# how to get addresses for a community newsletter



## greenacres (Feb 21, 2003)

How would I go about getting the addresses for everyone in my community? I know there is a way to do it. They are having school board elections right now and I am getting various flyers in the mail. I have printing and copying experience. We have a number of small businesses that have started here. I think classifieds would be good too or postings of birthdays, anniversaries, and announcements and such. What's the best way to go about pricing and postage? Should there be a charge for a subscription type thing?


----------



## MariaAZ (Jun 5, 2007)

I utilize the print services of a fellow local small business owner. One of the services he offers is printing, addressing and mailing of letters & postcards using lists he leases. I can pick addresses by city or zip, and probably other criteria as well. 

You might have some luck looking up "bulk mail" in your local phone directory. Or, contact a local print shop and ask if they know a company that can provide addresses; they might even offer the service themselves.


----------



## Alice In TX/MO (May 10, 2002)

Ask at the post office, too. You need to know their rules and guidelines.

The community 'papers' are free here, and the money the publisher makes is from the ads.

They aren't mailed out, either, so that would save you a LOT of money. They are distributed once a week to the local grocery/convenience stores, feed stores, fast food joints, etc.

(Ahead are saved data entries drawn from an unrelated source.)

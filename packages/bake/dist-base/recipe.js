/**
 * The bake recipe: what to bake and how. `Recipe` (every field optional but the input) goes through
 * resolveRecipe() to give `ResolvedRecipe` (every field filled in), validated by a zod schema whose
 * errors name the field path and the rule.
 */
import { z } from 'zod';
import { invalidRecipe } from './errors.js';
/**
 * Per-level sample counts of the presets, linear in roughness from the first value (r -> 0) to the second
 * (r = 1), rounded to a multiple of 8. 'default' keeps every level within 1% relative RMSE of the
 * reference convolution on the analytic sky of packages/bake/test/accuracy.test.ts (0.64% worst, size 64).
 */
export const SAMPLE_PRESETS = {
    draft: [64, 256],
    default: [256, 1024],
    high: [1024, 4096],
};
const isPow2 = (n) => Number.isInteger(n) && n > 0 && (n & (n - 1)) === 0;
/** Artifact base names: letters, digits, '.', '_' and '-', not starting with '.', at most 100 characters. */
export const SAFE_NAME = /^[A-Za-z0-9_][A-Za-z0-9._-]{0,99}$/;
const cubeFormat = z.enum(['rgba16f', 'rgba32f', 'rgb9e5', 'b10g11r11']);
const schema = z.object({
    input: z.object({
        path: z.string().min(1).optional(),
        bytes: z.instanceof(Uint8Array).optional(),
        name: z.string().min(1).max(200).optional(),
        layout: z.enum(['auto', 'equirect', 'cube']).default('auto'),
        faces: z.array(z.string().min(1)).length(6, 'must list exactly six face files (+X, -X, +Y, -Y, +Z, -Z)').optional(),
    }).strict().refine((i) => [i.path, i.bytes, i.faces].filter((v) => v !== undefined).length === 1, 'give exactly one of path, bytes or faces'),
    name: z.string().regex(SAFE_NAME, 'must be a plain file name (letters, digits, . _ -, not starting with .)').optional(),
    rotationDeg: z.number().finite().min(-3600).max(3600).default(0),
    size: z.number().int().min(4).max(4096).refine(isPow2, 'must be a power of two').default(256),
    levels: z.number().int().min(1).max(13).optional(),
    roughness: z.array(z.number().min(0).max(1)).min(1).optional(),
    samples: z.union([z.enum(['draft', 'default', 'high']), z.number().int().min(1), z.array(z.number().int().min(1)).min(1)]).default('default'),
    filtered: z.boolean().default(true),
    lodBias: z.number().min(-4).max(8).default(0.5),
    clampLuminance: z.number().min(0).finite().default(0),
    rotateSequence: z.boolean().default(false),
    quality: z.enum(['quadrature', 'sampled', 'reference']).default('quadrature'),
    irradiance: z.object({
        shWindow: z.enum(['none', 'hann', 'lanczos']).default('none'),
        shWindowWidth: z.number().min(1).max(16).default(3),
        cubeSize: z.number().int().min(1).max(256).refine(isPow2, 'must be a power of two').default(32),
        cubeSource: z.enum(['convolution', 'sh9']).default('convolution'),
    }).strict().default({ shWindow: 'none', shWindowWidth: 3, cubeSize: 32, cubeSource: 'convolution' }),
    dfg: z.object({
        enabled: z.boolean().default(true),
        size: z.number().int().min(8).max(1024).default(128),
        samples: z.number().int().min(16).max(65536).default(1024),
        multiscatter: z.boolean().default(false),
        cloth: z.boolean().default(false),
    }).strict().default({ enabled: true, size: 128, samples: 1024, multiscatter: false, cloth: false }),
    output: z.object({
        specularFormat: cubeFormat.default('rgba16f'),
        irradianceFormat: cubeFormat.default('rgba16f'),
        supercompression: z.enum(['none', 'zlib', 'zstd']).default('none'),
        views: z.array(z.enum(['hdr', 'exr'])).default([]),
        preview: z.boolean().default(false),
    }).strict().default({ specularFormat: 'rgba16f', irradianceFormat: 'rgba16f', supercompression: 'none', views: [], preview: false }),
    sanitize: z.object({
        nonFinite: z.enum(['repair', 'reject']).default('repair'),
        negative: z.enum(['clamp', 'reject']).default('clamp'),
        maxRadiance: z.number().positive().finite().max(1e30).default(1e9),
    }).strict().default({ nonFinite: 'repair', negative: 'clamp', maxRadiance: 1e9 }),
    limits: z.object({
        maxInputBytes: z.number().int().positive().default(1024 ** 3),
        maxInputPixels: z.number().int().positive().default(8192 * 8192),
        maxSamples: z.number().int().positive().max(1 << 20).default(65536),
        maxWork: z.number().positive().default(2e11),
    }).strict().default({ maxInputBytes: 1024 ** 3, maxInputPixels: 8192 * 8192, maxSamples: 65536, maxWork: 2e11 }),
}).strict();
function formatIssues(error) {
    return error.issues.map((issue) => `${issue.path.length > 0 ? issue.path.join('.') : '(recipe)'}: ${issue.message}`).join('; ');
}
function baseName(path) {
    const file = path.split(/[\\/]/).pop() ?? path;
    const dot = file.lastIndexOf('.');
    return (dot > 0 ? file.slice(0, dot) : file).replace(/[^A-Za-z0-9._-]/g, '_').replace(/^[.]+/, '') || 'probe';
}
/** Validates a recipe and fills in every default; throws LightkilnError INVALID_RECIPE naming each bad field. */
/**
 * The default chain stops at 8 x 8 faces from size 256 up, at 4 x 4 below: smaller faces cannot hold the
 * rough lobes under bilinear filtering (sampled like a shader, a 1 x 1 last level was 8-12% off at r = 1,
 * a 4 x 4 one 1.2%, an 8 x 8 one 0.3%), while below 256 the extra level keeps the roughness steps small
 * enough for the trilinear blend (at 128, stopping at 8 x 8 left 1.5% at r = 0.3; see
 * packages/bake/test/runtime-sampling.test.ts). At least 2 levels, at most the full chain.
 */
export function defaultLevelCount(size) {
    const smallest = size >= 256 ? 8 : 4;
    return Math.min(Math.log2(size) + 1, Math.max(2, Math.log2(size / smallest) + 1));
}
/** Exponent of the default roughness spacing: r_m = (m / (L - 1))^ROUGHNESS_EXPONENT. */
export const ROUGHNESS_EXPONENT = 1.25;
/**
 * Perceptual roughness of level m of L by default: (m / (L - 1))^1.25, denser at low roughness, where the
 * lobe (alpha = r^2) changes fastest relative to itself. Chosen by the shader-side measure (runtime
 * sampling against the exact convolution) among powers 1 to 2 and smallest faces 4 to 32.
 */
export function levelRoughness(m, levels) {
    return (m / (levels - 1)) ** ROUGHNESS_EXPONENT;
}
/**
 * The roughness-to-LOD mapping a shader uses for a chain, as text: the inverse of levelRoughness for the
 * default spacing, else the piecewise-linear interpolation through (r_m, m).
 */
export function roughnessToLodFormula(roughness) {
    const L = roughness.length;
    if (L < 2)
        return 'lod = 0';
    const isDefault = roughness.every((r, m) => Math.abs(r - levelRoughness(m, L)) < 1e-12);
    if (isDefault)
        return `lod = (L - 1) * pow(r, ${1 / ROUGHNESS_EXPONENT}), L = ${L}`;
    return `lod = m + (r - r_m) / (r_(m+1) - r_m) for r_m <= r <= r_(m+1), r_m = [${roughness.join(', ')}], L = ${L}`;
}
/** The chain's levels; `samples` overrides the recipe's per-level counts (the sweep tries other budgets). */
export function levelDescriptors(recipe, samples = recipe.samples) {
    return recipe.roughness.map((perceptualRoughness, level) => ({
        level,
        faceSize: Math.max(1, recipe.size >> level),
        perceptualRoughness,
        requestedSamples: level === 0 ? 0 : samples[level],
    }));
}
/**
 * Face size of the source pyramid's finest level: the output size, doubled (up to 4 x and 512) while a
 * face-centre texel (2 / size radians) is wider than half the GGX alpha of the sharpest level r > 0, and
 * while the source still resolves it (a texel at least two source pixels wide; `sourcePixelAngle`, radians,
 * unknown before decoding gives the upper bound). The quadrature's finest nodes then stay small against
 * every lobe, so a sun a few texels wide is integrated from its own pieces (measured against the
 * convolution of the image: a 2-degree 1e4 x sun at r = 0.18 on 32 x 32 faces, worst texel 0.29% with
 * 64 x 64 leaves, 0.13% with 128 x 128; a 128 bake takes about 10% longer). The mirror level is the
 * pyramid level of the output size. Defaults from a 2048-wide image: 64 -> 128, 128 -> 256, 256 and up
 * unchanged; quality 'reference' keeps the output size (its cost grows as the base size^4).
 */
export function pyramidBaseSize(recipe, sourcePixelAngle = 0) {
    if (recipe.quality === 'reference')
        return recipe.size;
    const sharpest = recipe.roughness.length > 1 ? recipe.roughness[1] : 1;
    const alpha = sharpest * sharpest;
    let base = recipe.size;
    while (base < 4 * recipe.size && base < 512 && 2 / base > 0.5 * alpha && 1 / (2 * base) >= sourcePixelAngle)
        base *= 2;
    return base;
}
/** The mapping of roughnessToLodFormula as a number: the level of detail for perceptual roughness r. */
export function roughnessToLod(r, roughness) {
    const L = roughness.length;
    if (L < 2)
        return 0;
    const x = Math.min(1, Math.max(0, r));
    if (roughness.every((v, m) => Math.abs(v - levelRoughness(m, L)) < 1e-12))
        return (L - 1) * x ** (1 / ROUGHNESS_EXPONENT);
    for (let m = 0; m + 1 < L; m++)
        if (x <= roughness[m + 1])
            return m + Math.max(0, (x - roughness[m]) / (roughness[m + 1] - roughness[m]));
    return L - 1;
}
/** The DFG table's own options (Baker.lut): validated as the recipe's `dfg` and `output.supercompression`. */
export function resolveLutOptions(options) {
    const { supercompression, ...dfg } = options;
    const parsed = z.object({ dfg: schema.shape.dfg, supercompression: schema.shape.output.unwrap().shape.supercompression }).safeParse({ dfg: { ...dfg, enabled: true }, supercompression });
    if (!parsed.success)
        throw invalidRecipe(formatIssues(parsed.error));
    return parsed.data;
}
export function resolveRecipe(recipe) {
    const parsed = schema.safeParse(recipe);
    if (!parsed.success)
        throw invalidRecipe(formatIssues(parsed.error));
    const r = parsed.data;
    const maxLevels = Math.log2(r.size) + 1;
    const levels = r.levels ?? r.roughness?.length ?? defaultLevelCount(r.size);
    if (levels > maxLevels)
        throw invalidRecipe(`levels: at most ${maxLevels} levels for size ${r.size} (down to 1 x 1), got ${levels}`);
    let roughness;
    if (r.roughness !== undefined) {
        if (r.roughness.length !== levels)
            throw invalidRecipe(`roughness: must list one value per level (${levels}), got ${r.roughness.length}`);
        if (r.roughness[0] !== 0)
            throw invalidRecipe('roughness: level 0 is the mirror level and must be 0');
        for (let i = 1; i < levels; i++) {
            if (r.roughness[i] <= r.roughness[i - 1])
                throw invalidRecipe(`roughness: values must increase (roughness.${i} = ${r.roughness[i]})`);
        }
        roughness = [...r.roughness];
    }
    else {
        roughness = Array.from({ length: levels }, (_, m) => (levels === 1 ? 0 : levelRoughness(m, levels)));
    }
    let samples;
    let samplePreset = 'custom';
    if (typeof r.samples === 'string') {
        samplePreset = r.samples;
        const [lo, hi] = SAMPLE_PRESETS[r.samples];
        samples = roughness.map((rough) => Math.max(8, Math.round((lo + (hi - lo) * rough) / 8) * 8));
    }
    else if (typeof r.samples === 'number') {
        samples = roughness.map(() => r.samples);
    }
    else {
        if (r.samples.length !== levels)
            throw invalidRecipe(`samples: must list one count per level (${levels}), got ${r.samples.length}`);
        samples = [...r.samples];
    }
    samples.forEach((s, i) => {
        if (i > 0 && s > r.limits.maxSamples)
            throw invalidRecipe(`samples.${i}: ${s} exceeds limits.maxSamples (${r.limits.maxSamples})`);
    });
    let work = 0;
    const base = pyramidBaseSize({ size: r.size, roughness, quality: r.quality });
    for (let m = 1; m < levels; m++)
        work += 6 * Math.max(1, r.size >> m) ** 2 * (r.quality === 'reference' ? 6 * base * base : samples[m]);
    work += r.dfg.enabled ? r.dfg.size * r.dfg.size * r.dfg.samples : 0;
    // The irradiance cube by direct convolution: every output texel sums every texel of a source level of
    // at most 64 x 64 faces (stages/irradiance.ts).
    if (r.irradiance.cubeSource === 'convolution')
        work += 6 * r.irradiance.cubeSize ** 2 * 6 * Math.min(r.size, 64) ** 2;
    if (work > r.limits.maxWork)
        throw invalidRecipe(`the bake needs about ${work.toExponential(2)} sample evaluations, over limits.maxWork (${r.limits.maxWork.toExponential(2)}); lower size, samples, irradiance.cubeSize or raise the limit`);
    const inputName = r.input.name ?? (r.input.path !== undefined ? r.input.path : r.input.faces !== undefined ? r.input.faces[0] : 'input');
    const name = r.name ?? (r.input.path !== undefined ? baseName(r.input.path) : r.input.faces !== undefined ? baseName(r.input.faces[0]) : baseName(inputName));
    if (!SAFE_NAME.test(name))
        throw invalidRecipe(`name: "${name}" must be a plain file name`);
    return {
        input: { path: r.input.path ?? null, name: inputName, layout: r.input.layout, faces: r.input.faces ?? null },
        name,
        rotationDeg: r.rotationDeg,
        size: r.size,
        levels,
        roughness,
        samples,
        samplePreset,
        filtered: r.filtered,
        lodBias: r.lodBias,
        clampLuminance: r.clampLuminance,
        rotateSequence: r.rotateSequence,
        quality: r.quality,
        irradiance: r.irradiance,
        dfg: r.dfg,
        output: r.output,
        sanitize: r.sanitize,
        limits: r.limits,
    };
}
//# sourceMappingURL=recipe.js.map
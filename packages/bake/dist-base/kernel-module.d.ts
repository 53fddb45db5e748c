/** Where the bake's kernels live (built `.js`, which pool workers import). A leaf module: nothing heavy loads with it. */
export declare const KERNEL_MODULE: string;
//# sourceMappingURL=kernel-module.d.ts.map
/**
 * Atomic file writes shared by the baker, the cache folder and the CLI: every file goes to a temp file in
 * its own folder (".<name>.tmp-<pid>-<random>"), then is renamed over the target, so readers see the old
 * file or the whole new one. A temp file is removed on every failure path; the ones alive at a signal are
 * removed by removeLiveTempFiles(); those a killed process left behind are swept by sweepStaleTempFiles()
 * (only when their pid is no longer running). A symbolic link at a target is refused, never followed.
 */
import { statSync } from 'node:fs';
import { LightkilnError } from './errors.js';
/** Throws UNSAFE_PATH when `path` is a symbolic link (a write must never follow one). */
export declare function refuseSymlink(path: string): void;
/** The error of a failed write, naming the file and the system's reason (e.g. ENOSPC: the disk is full). */
export declare function writeError(path: string, error: unknown): LightkilnError;
export interface StagedFile {
    readonly tmp: string;
    readonly final: string;
}
/** Writes bytes to a temp file beside `final` (refusing a symlink there); the caller renames or discards it. */
export declare function stageFile(final: string, bytes: Uint8Array): StagedFile;
/** Renames staged files over their targets, in order; removes them all on failure. */
export declare function commitFiles(files: readonly StagedFile[]): void;
export declare function discardFiles(files: readonly StagedFile[]): void;
/** True when `path` is a regular file holding exactly `bytes` (so a rewrite can be skipped, mtime kept). */
export declare function sameContent(path: string, bytes: Uint8Array): boolean;
/** Writes one file atomically. */
export declare function writeFileAtomic(path: string, bytes: Uint8Array): void;
/**
 * Writes several files atomically as a set (all staged first, then renamed; nothing renamed when one
 * fails), creating their folders. Symbolic links at any target are refused before anything is written.
 */
export declare function writeFilesAtomic(files: readonly {
    readonly path: string;
    readonly bytes: Uint8Array;
}[]): void;
/** Removes every temp file this process has open (called on SIGINT / SIGTERM before exiting). */
export declare function removeLiveTempFiles(): number;
export interface TempSweep {
    /** Stale temp files found (their process is gone) and their bytes; removed unless dryRun. */
    readonly files: number;
    readonly bytes: number;
}
/** Finds the temp files of dead processes in `dir` (not recursive) and removes them unless dryRun. */
export declare function sweepStaleTempFiles(dir: string, dryRun?: boolean): TempSweep;
/** statSync that returns null instead of throwing. */
export declare function statOrNull(path: string): ReturnType<typeof statSync> | null;
//# sourceMappingURL=files.d.ts.map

Send me a PM with your smail mail address, and I'll mail you one of these for a sample.


----------



## hengal (Mar 7, 2005)

How about checking with your Chamber of Commerce?


----------



## amylou62 (Jul 14, 2008)

You can get on your county website and go through their county treasurers page. You can look up any name or address on the tax parcel section.


----------



## Sunbee (Sep 30, 2008)

In our town, you can go to the post office and have them send one to every resident in town. Don't remember how much it costs, but it's pretty easy to do: City Hall does it, Churchs do it, charities do it, school district does it. If you just want everyone to get one, that's the easy way and cheaper than 1st class. I'm thinking in our town it was a couple hundred, but we're in a pretty little town.


----------



## KBQuilter (Jun 11, 2008)

You can go to your town hall, chamber of commerce, whatever and purchase their "tax role" for a small fee ($15 to $50 approx.). Some of the larger towns you can get it on disk, smaller towns you just get a printout of each property owner and their mailing address. 

Small mailings I do myself (under 5,000) - larger mailings are better handled by the professionals! You can save money by sorting the mailing so that the post office has less work to do (as long as each piece is exactly the same, just different address) - you can get the instructions on how to do this from the post office free of charge. They will give you plastic bins to sort your mail in and a form to fill out with all the information about the mail piece, etc.

Hope this helps.


----------